INSTRUCTIONS TO FOLLOW:
Set down, exactly as written, every line from the top of the records below to the line containing "counts, not the", both ends included, and no others.

LISTED ENTRIES:
════════════════
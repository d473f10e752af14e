"""How far a measured rate or median can be trusted: exact confidence intervals for evaluation figures.

A detection rate of 0.990 measured on 500 faults and a false-alarm rate of 3 in 500 benign pairs are
counts, not the model's true rates: another 500 pairs of the same families would give other counts. The
figures ``shotcheck evaluate`` prints carry two-sided intervals that hold the true value with at least
the stated probability, so that a figure can be read against its target:

- a rate (detections among faults, false alarms among benign pairs): the Clopper-Pearson interval, the
  exact binomial one (never shorter than its nominal coverage requires);
- a median (location and fault-instant errors): the distribution-free interval between two order
  statistics, whose ranks come from the binomial distribution with p = 1/2.

A target is *met* when the whole interval lies on its side, *not met* when the whole interval lies on
the other side, and *undecided* when the interval straddles it: then the data set is too small to tell,
whatever the measured value says.

References
----------
C. J. Clopper and E. S. Pearson, The use of confidence or fiducial limits illustrated in the case of the
binomial, Biometrika 26 (4), 1934, 404-413 (the exact interval: the bounds solve
``P(X >= k | p_lo) = alpha/2`` and ``P(X <= k | p_hi) = alpha/2``).
W. J. Conover, Practical Nonparametric Statistics, 3rd ed., Wiley, 1999, section 3.2 (confidence interval
for a quantile from order statistics).
"""

from __future__ import annotations

import math
from typing import Literal

import numpy as np
from scipy import stats

from ._validation import ShotcheckError

__all__ = ["proportion_interval", "median_interval", "target_status", "LEVEL"]

#: Confidence level of the intervals reported by ``shotcheck evaluate`` and ``train`` [1].
LEVEL = 0.95


def _check_level(level: float) -> float:
    if not (isinstance(level, (int, float)) and 0.0 < float(level) < 1.0):
        raise ShotcheckError(f"confidence level must lie strictly between 0 and 1, got {level!r}")
    return float(level)


def proportion_interval(k: int, n: int, level: float = LEVEL) -> tuple[float, float]:
    """Exact (Clopper-Pearson) confidence interval of a rate measured as ``k`` successes in ``n`` trials.

    Parameters
    ----------
    k : int
        Successes (for example detected faults, or false alarms) [1].
    n : int
        Trials (faults, or benign pairs) [1], at least 1.
    level : float
        Two-sided confidence level [1], for example 0.95.

    Returns
    -------
    (low, high) : tuple of float
        Bounds of the rate [1]; ``low`` is 0 when ``k`` is 0 and ``high`` is 1 when ``k`` is ``n``.

    Raises
    ------
    ShotcheckError
        ``n`` below 1, ``k`` outside ``0..n``, or a level outside (0, 1).
    """
    level = _check_level(level)
    if int(n) != n or int(k) != k:
        raise ShotcheckError(f"proportion_interval: k and n must be whole numbers, got k={k!r}, n={n!r}")
    k, n = int(k), int(n)
    if n < 1 or not 0 <= k <= n:
        raise ShotcheckError(f"proportion_interval: need 0 <= k <= n and n >= 1, got k={k}, n={n}")
    a = 1.0 - level
    # the bounds are quantiles of beta distributions (the binomial tail sums written as incomplete
    # beta functions)
    low = 0.0 if k == 0 else float(stats.beta.ppf(a / 2.0, k, n - k + 1))
    high = 1.0 if k == n else float(stats.beta.ppf(1.0 - a / 2.0, k + 1, n - k))
    return low, high


def median_interval(values: np.ndarray, level: float = LEVEL) -> tuple[float, float]:
    """Distribution-free confidence interval of the median of ``values`` from two order statistics.

    With ``x_(1) <= ... <= x_(n)`` the sorted values, the interval is ``[x_(r), x_(n - r + 1)]`` with
    ``r`` the largest rank for which ``P(B <= r - 1) <= (1 - level) / 2``, ``B`` binomial with ``n`` trials
    and ``p = 1/2``; it covers the median of any continuous distribution with at least ``level``.

    Parameters
    ----------
    values : array_like
        Sample (any unit; NaN values are left out).
    level : float
        Two-sided confidence level [1].

    Returns
    -------
    (low, high) : tuple of float
        Bounds in the unit of ``values``; NaN when fewer values are given than the level needs
        (six at 95 %: with five, even the smallest and largest cover only 94 %).
    """
    level = _check_level(level)
    x = np.sort(np.asarray(values, dtype=np.float64).ravel())
    x = x[np.isfinite(x)]
    n = x.size
    a = 1.0 - level
    if n == 0:
        return math.nan, math.nan
    # r - 1 = largest j with P(B <= j) <= a/2; the ppf gives the smallest j with P(B <= j) >= a/2
    j = int(stats.binom.ppf(a / 2.0, n, 0.5))
    if stats.binom.cdf(j, n, 0.5) > a / 2.0:
        j -= 1
    r = j + 1
    if r < 1:
        return math.nan, math.nan
    return float(x[r - 1]), float(x[n - r])


def target_status(low: float, high: float, target: float,
                  better: Literal["higher", "lower"]) -> Literal["met", "not met", "undecided"]:
    """Whether an interval shows a figure meeting its target.

    Parameters
    ----------
    low, high : float
        Confidence interval of the figure (its unit).
    target : float
        The target (same unit): at least it (``better="higher"``, a detection rate) or at most it
        (``better="lower"``, a false-alarm rate or an error).
    better : {"higher", "lower"}
        Which side of the target is good.

    Returns
    -------
    str
        ``"met"`` if the whole interval is on the good side (bounds equal to the target count as on
        it), ``"not met"`` if the whole interval is on the other side, else ``"undecided"`` (also for a
        NaN bound).
    """
    if better not in ("higher", "lower"):
        raise ShotcheckError(f"target_status: better must be 'higher' or 'lower', got {better!r}")
    if not (math.isfinite(low) and math.isfinite(high)):
        return "undecided"
    if better == "higher":
        return "met" if low >= target else "not met" if high < target else "undecided"
    return "met" if high <= target else "not met" if low > target else "undecided"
════════════════
RESULT:
repository d473f10e752af14e
"""How far a measured rate or median can be trusted: exact confidence intervals for evaluation figures.

A detection rate of 0.990 measured on 500 faults and a false-alarm rate of 3 in 500 benign pairs are
counts, not the model's true rates: another 500 pairs of the same families would give other counts. The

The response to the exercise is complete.